No haga del desierto una recompensa o un castigo dependiendo de lo que haga su hijo, porque se convertirá en algo valioso a los ojos del pequeño. Es mejor tener un enfoque neutral pero firme.
Si su hijo ha comido muy poco al principio, dele una porción más pequeña de dulces y dele más fruta. Si ha comido todo del plato, incluidas las verduras, puede ofrecerle algo más dulce, pero no exagerado.
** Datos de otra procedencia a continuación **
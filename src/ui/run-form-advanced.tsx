'use client';

import { useState } from 'react';
import type { MaterialItem } from '@/src/materials/schema';
import { usesAdvanced } from './run-draft';
import type { FormPartProps } from './run-form-part';
import { RunFormStructure } from './run-form-structure';
import { RunFormSurroundings } from './run-form-surroundings';
import { RunTextField } from './run-text-field';

export function RunFormAdvanced(props: FormPartProps & { materials: readonly MaterialItem[] }) {
  const { draft, problems, onChange } = props;
  const [startsOpen] = useState(() => usesAdvanced(draft));
  return (
    <details className="border-line group border-t pt-4" open={startsOpen || undefined}>
      <summary className="w-fit cursor-pointer font-serif text-xl">
        More effects <span className="text-muted font-sans text-sm">porosity, coating, wind, disc, charging</span>
      </summary>
      <div className="mt-4 grid gap-6">
        {draft.model === 'mie' && <RunFormStructure {...props} />}
        <RunFormSurroundings {...props} />
        <div className="max-w-xs">
          <RunTextField
            label="Beta of the parent body"
            value={draft.parentBeta}
            onChange={(parentBeta) => onChange({ parentBeta })}
            problem={problems['release.parentBeta']}
            hint="Leave empty for a body too large to feel the light."
          />
        </div>
      </div>
    </details>
  );
}
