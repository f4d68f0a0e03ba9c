'use client';

import { useMemo } from 'react';
import type { RunSummary } from '@/entities/run-summary';
import type { RunItem } from '@/src/runs/schema';
import { ServerGrid } from './grid/server-grid';
import { runGrainColumns, runGrainFilters } from './run-grain-columns';
import { inputsOf } from './run-inputs-of';
import { useRunSource } from './run-source';
import { RunSection } from './run-section';

const highestBetaFirst = { field: 'beta', order: 'desc' } as const;

export function RunGrains({ run, summary }: { run: RunItem; summary: RunSummary }) {
  const { base } = useRunSource(run.id);
  const columns = useMemo(() => runGrainColumns(summary, inputsOf(run)), [summary, run]);
  const filters = useMemo(() => runGrainFilters(summary), [summary]);
  return (
    <RunSection id="grains" title="Grains">
      <ServerGrid
        endpoint={`${base}/grains`}
        columns={columns}
        filters={filters}
        initialSort={highestBetaFirst}
        label="Grains of this run"
      />
      <p className="text-muted mt-2 text-sm">
        A dash means that the quantity does not exist: an unbound grain has no new orbit and no drag time, a bound grain
        has no speed far away.
      </p>
    </RunSection>
  );
}
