import { CircleAlert, CircleCheck, Info, TriangleAlert } from 'lucide-react';
import type { ReactNode } from 'react';

const kinds = {
  info: { look: 'bg-info-soft border-bound', icon: Info, word: 'Note' },
  ok: { look: 'bg-ok-soft border-ok', icon: CircleCheck, word: 'Done' },
  caution: { look: 'bg-caution-soft border-caution', icon: TriangleAlert, word: 'Caution' },
  danger: { look: 'bg-danger-soft border-danger', icon: CircleAlert, word: 'Problem' },
};

type Props = { kind: keyof typeof kinds; title?: string; children: ReactNode };

/** Says something in a box; an icon and a word tell the kind apart, not only the colour. */
export function Notice({ kind, title, children }: Props) {
  const { look, icon: Icon, word } = kinds[kind];
  return (
    <div
      className={`flex min-w-0 gap-3 rounded-md border-l-4 px-4 py-3 ${look}`}
      role={kind === 'danger' ? 'alert' : undefined}
    >
      <Icon className="mt-0.5 size-5 shrink-0" aria-hidden="true" />
      <div className="min-w-0">
        {title ? <p className="font-medium">{title}</p> : <span className="sr-only">{word}: </span>}
        {children}
      </div>
    </div>
  );
}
Los dulces ayudan a crecer

Los niños no serían niños si no pidieran dulces todo el tiempo, pero según investigadores estadounidenses, esta necesidad de dulces es biológica. Según ellos, parece que a los pequeños les gustan mucho los dulces porque representan un factor de crecimiento, a través del contenido de calorías, y una fuente de energía, a través del contenido de carbohidratos.
Esto no significa que tengamos que darles a los niños cuántos dulces quieren, pero tampoco los privamos ni les ofrecemos como recompensa (en este caso, se crea un mecanismo de condicionamiento psicológico, mediante el cual lo emocional se vincula con el aspecto alimentario). ¡Recuerde, todo lo que se consume con moderación está bien!
Sin embargo, si la necesidad de dulces de su hijo es demasiado alta, ofrézcales alimentos dulces que no contengan azúcar (frutas, cereales o alimentos endulzados con miel natural).
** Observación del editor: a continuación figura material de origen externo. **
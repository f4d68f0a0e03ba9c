'use client';

import { useQueries, type UseQueryResult } from '@tanstack/react-query';
import { useCallback, useMemo } from 'react';
import type { CatalogueItem } from '@/src/catalogues/schema';
import type { MaterialItem } from '@/src/materials/schema';
import type { RunRequest } from '@/src/runs/request-schema';
import type { CurveAnswer } from '@/src/runs/schema';
import { BetaCurvePlot } from './plots/beta-curve';
import { rangeAround } from './plots/radius-range';
import { materialSentence } from './run-answer';
import { apiPost, sayProblem, worthAskingAgain } from './run-api';

type Props = {
  request: RunRequest;
  betaCritical: number;
  catalogue: CatalogueItem;
  materials: readonly MaterialItem[];
};

/** The answer in outline, before anything is stored: each material of the catalogue at its own density. */
export function RunFormPreview({ request, betaCritical, catalogue, materials }: Props) {
  const slugs = catalogue.materials.map(({ material }) => material);
  const combine = useCallback(
    (results: UseQueryResult<CurveAnswer>[]) => combined(results, catalogue, materials),
    [catalogue, materials],
  );
  const { curves, problem, isBusy } = useQueries({
    queries: slugs.map((slug) => curveQuery(request, slug, betaCritical)),
    combine,
  });
  const rangeUm = useMemo(() => rangeAround(curves.flatMap(radiiToSee)), [curves]);
  return (
    <div className="grid gap-3">
      <div role="status" className="grid gap-1">
        {curves.map((curve) => (
          <p key={curve.name} className="font-serif text-lg">
            {materialSentence(curve)}
          </p>
        ))}
        {isBusy && <p className="text-muted text-sm">Computing curves ...</p>}
      </div>
      {problem && (
        <p role="alert" className="text-danger text-sm">
          {sayProblem(problem)}
        </p>
      )}
      {curves.length > 0 && (
        <BetaCurvePlot
          curves={curves}
          betaCritical={betaCritical}
          rangeUm={rangeUm}
          fileName="beta-preview"
          height="h-72"
          caption="Each material at its own density; the run judges every grain at the density in the catalogue."
        />
      )}
    </div>
  );
}

/** The query client keeps this the same object while the answers stay the same, so the plot is drawn only when they change. */
function combined(
  results: UseQueryResult<CurveAnswer>[],
  catalogue: CatalogueItem,
  materials: readonly MaterialItem[],
) {
  const names = catalogue.materials.map(
    ({ material }) => materials.find(({ slug }) => slug === material)?.name ?? material,
  );
  return {
    curves: results.flatMap(({ data }, index) => (data ? [{ name: names[index], ...data }] : [])),
    problem: results.find(({ error }) => error)?.error,
    isBusy: results.some(({ isFetching }) => isFetching),
  };
}

function curveQuery(request: RunRequest, slug: string, betaCritical: number) {
  const body = {
    slug,
    starSlug: request.starSlug,
    starId: request.starId,
    star: request.star,
    betaCritical,
    optics: request.optics,
  };
  return {
    queryKey: ['curve', body],
    queryFn: ({ signal }: { signal: AbortSignal }) => apiPost<CurveAnswer>('/api/v1/curves', body, signal),
    staleTime: Infinity,
    retry: worthAskingAgain,
  };
}

/** Around the window and the peak, and at least from 0.01 to 100 um. */
const radiiToSee = ({ unboundIntervalsUm, radiusAtBetaMaxUm }: CurveAnswer) =>
  [...unboundIntervalsUm.flat(), radiusAtBetaMaxUm, 0.02, 50].filter((radius): radius is number => radius !== null);
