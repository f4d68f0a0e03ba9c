'use client';

import type { RunItem } from '@/src/runs/schema';
import { LinkButton } from './link-button';
import { useRunSource } from './run-source';

export function RunDownloads({ run }: { run: RunItem }) {
  const { base, isShared, mayDownload } = useRunSource(run.id);
  return (
    <div className="flex flex-wrap gap-3 empty:hidden">
      {mayDownload && (
        <LinkButton href={`${base}/export.csv`} variant="primary" download>
          Download all grains (CSV)
        </LinkButton>
      )}
      {!isShared && (
        <LinkButton href={`/runs/new?from=${run.id}`} variant="secondary">
          Run again with changes
        </LinkButton>
      )}
    </div>
  );
}
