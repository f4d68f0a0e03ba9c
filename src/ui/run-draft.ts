/** The run form as it is being typed: text as it stands in the fields. */
export type RunDraft = {
  name: string;
  catalogueId: string;
  /** Slug of a preset, or ownStar. */
  star: string;
  massSun: string;
  luminositySun: string;
  teffK: string;
  distanceAu: string;
  eccentricity: string;
  at: 'pericentre' | 'apocentre' | 'anomaly';
  trueAnomalyDeg: string;
  parentBeta: string;
  model: 'mie' | 'constant';
  qpr: string;
  structure: 'solid' | 'porous' | 'fromDensity' | 'coated';
  porosity: string;
  mixing: 'bruggeman' | 'maxwellGarnett';
  mantleMaterial: string;
  mantleFraction: string;
  hasWind: boolean;
  massLossSunPerYr: string;
  windSpeedKmS: string;
  qsw: string;
  hasDisc: boolean;
  opticalDepth: string;
  hasCharging: boolean;
  potentialV: string;
  fieldNT: string;
};

export const ownStar = 'own';

/** Grains let go by a body on a circular orbit at 1 au: the textbook case that everything else is compared with. */
export const emptyDraft: RunDraft = {
  name: '',
  catalogueId: '',
  star: '',
  massSun: '1',
  luminositySun: '1',
  teffK: '5772',
  distanceAu: '1',
  eccentricity: '0',
  at: 'pericentre',
  trueAnomalyDeg: '',
  parentBeta: '',
  model: 'mie',
  qpr: '1',
  structure: 'solid',
  porosity: '0.5',
  mixing: 'bruggeman',
  mantleMaterial: '',
  mantleFraction: '0.3',
  hasWind: false,
  massLossSunPerYr: '2e-14',
  windSpeedKmS: '400',
  qsw: '1',
  hasDisc: false,
  opticalDepth: '1e-3',
  hasCharging: false,
  potentialV: '5',
  fieldNT: '3',
};

export const usesAdvanced = (draft: RunDraft): boolean =>
  draft.structure !== 'solid' || draft.hasWind || draft.hasDisc || draft.hasCharging || draft.parentBeta !== '';
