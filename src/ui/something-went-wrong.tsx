'use client';

import { Button } from './button';

export type ErrorPageProps = { error: Error & { digest?: string }; reset: () => void };

export function SomethingWentWrong({ error, reset }: ErrorPageProps) {
  return (
    <div className="grid gap-5" role="alert">
      <h1 className="text-3xl">Something went wrong on our side</h1>
      <p className="text-muted">
        What you stored is safe. Try again; if it stays, tell the administrator
        {error.digest ? ` the code ${error.digest}` : ''}.
      </p>
      <div>
        <Button variant="primary" onClick={reset}>
          Try again
        </Button>
      </div>
    </div>
  );
}
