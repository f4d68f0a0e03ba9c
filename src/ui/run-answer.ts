import type { MaterialSummary, RunSummary } from '@/entities/run-summary';
import { exactText, percentInterval, percentText, radiusText, trimmed } from './run-figures';

/** Text with the numbers that matter marked, so that the page can set them apart. */
export type AnswerPart = string | { figure: string; isMinor?: boolean };

export type RunAnswer = {
  headline: AnswerPart[];
  materials: { material: string; text: string; geometric: string }[];
  comparison: string;
  notes: string[];
};

type Interval = readonly [number, number | null];

/** The answer of a finished run in words. `star` as it reads after "of": "the Sun". */
export function runAnswer(summary: RunSummary, star: string): RunAnswer {
  return {
    headline: headline(summary, star),
    materials: summary.perMaterial.map((material) => ({
      material: material.material,
      text: materialSentence(material),
      geometric: `With Q_pr = 1: below ${radiusText(material.geometricBlowoutRadiusUm)}.`,
    })),
    comparison: comparison(summary),
    notes: notes(summary),
  };
}

function headline({ unbound }: RunSummary, star: string): AnswerPart[] {
  const interval = { figure: percentInterval(unbound.interval95), isMinor: true };
  if (unbound.rows === 0) {
    return [`Starlight of ${star} unbinds `, { figure: 'none' }, ' of the grains (95\u00a0% interval ', interval, ').'];
  }
  return [
    `Starlight of ${star} unbinds `,
    { figure: percentText(unbound.numberShare) },
    ' of the grains (95\u00a0% interval ',
    interval,
    '), ',
    { figure: percentText(unbound.areaShare) },
    ' of their cross-section and ',
    { figure: percentText(unbound.massShare) },
    ' of their mass.',
  ];
}

/** "Water ice: never; beta peaks at 0.431 at 0.210 µm." or "Amorphous carbon below 1.21 µm." */
export function materialSentence(
  material: Pick<MaterialSummary, 'name' | 'unboundIntervalsUm' | 'betaMax' | 'radiusAtBetaMaxUm'>,
): string {
  const { name, unboundIntervalsUm, betaMax, radiusAtBetaMaxUm } = material;
  if (unboundIntervalsUm.length === 0) {
    return `${name}: never; beta peaks at ${trimmed(betaMax)} at ${radiusText(radiusAtBetaMaxUm)}.`;
  }
  return `${name} ${intervalsInWords(unboundIntervalsUm)}.`;
}

export function intervalsInWords(intervals: readonly Interval[]): string {
  const words = intervals.map(intervalInWords);
  const last = words.pop() ?? 'never';
  return words.length ? `${words.join(', ')} and ${last}` : last;
}

function intervalInWords([lowUm, highUm]: Interval): string {
  if (lowUm === 0) return highUm === null ? 'at every radius' : `below ${radiusText(highUm)}`;
  if (highUm === null) return `above ${radiusText(lowUm)}`;
  if (lowUm === highUm) return `at ${radiusText(lowUm)} only`;
  return `between ${trimmed(lowUm)} and ${radiusText(highUm)}`;
}

function comparison({ geometric }: RunSummary): string {
  const [number, area, mass] = [geometric.numberShare, geometric.areaShare, geometric.massShare].map(percentText);
  return `For comparison, grains that take exactly the light that falls on them (Q_pr = 1) would lose ${number} by number, ${area} by cross-section and ${mass} by mass.`;
}

const tellingDifference = 5e-4;

function notes({ unbound, perMaterial, betaCritical }: RunSummary): string[] {
  const told = [
    `Unbound means beta of ${exactText(betaCritical)} or more, the critical value of this release.`,
    `The radii hold for the mean density of each material (${perMaterial.map(densityOf).join('; ')}); each grain is judged at its own density.`,
  ];
  if (Math.abs(unbound.expectedNumberShare - unbound.numberShare) > tellingDifference) {
    told.push(
      `With the quoted errors of size and density the expected share by number is ${percentText(unbound.expectedNumberShare)}.`,
    );
  }
  if (unbound.repelled > 0) {
    told.push(
      `${grainCount(unbound.repelled)} with beta of 1 or more: light outweighs gravity and pushes such grains away on any path.`,
    );
  }
  return told;
}

const densityOf = ({ name, meanDensityGCm3 }: MaterialSummary) => `${name} ${trimmed(meanDensityGCm3)} g/cm³`;

const grainCount = (count: number) =>
  `${count.toLocaleString('en-US', { maximumFractionDigits: 1 })} grain${count === 1 ? '' : 's'}`;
¿Qué alternativas saludables tenemos a los dulces?

• Frutas frescas o secas: albaricoques, manzanas, peras (tenga cuidado, las frutas secas se deben comer solo después de las comidas porque de lo contrario pueden causar problemas con los dientes).
• Yogur sin azúcar mezclado con fruta o mermelada casera.
• Mezclas hechas con licuadora con jugo de fruta fresca, leche o yogurt y frutas.
• Tostadas con canela: engrase una rebanada de pan tostado con una fina capa de mantequilla o margarina, espolvoree un poco de canela y agregue una pizca de azúcar morena.
• Pan de arroz expandido, engrasado con queso dulce y un poco de mermelada.
• Un tazón tibio de cereal de leche con azúcar moreno o jarabe de arce encima.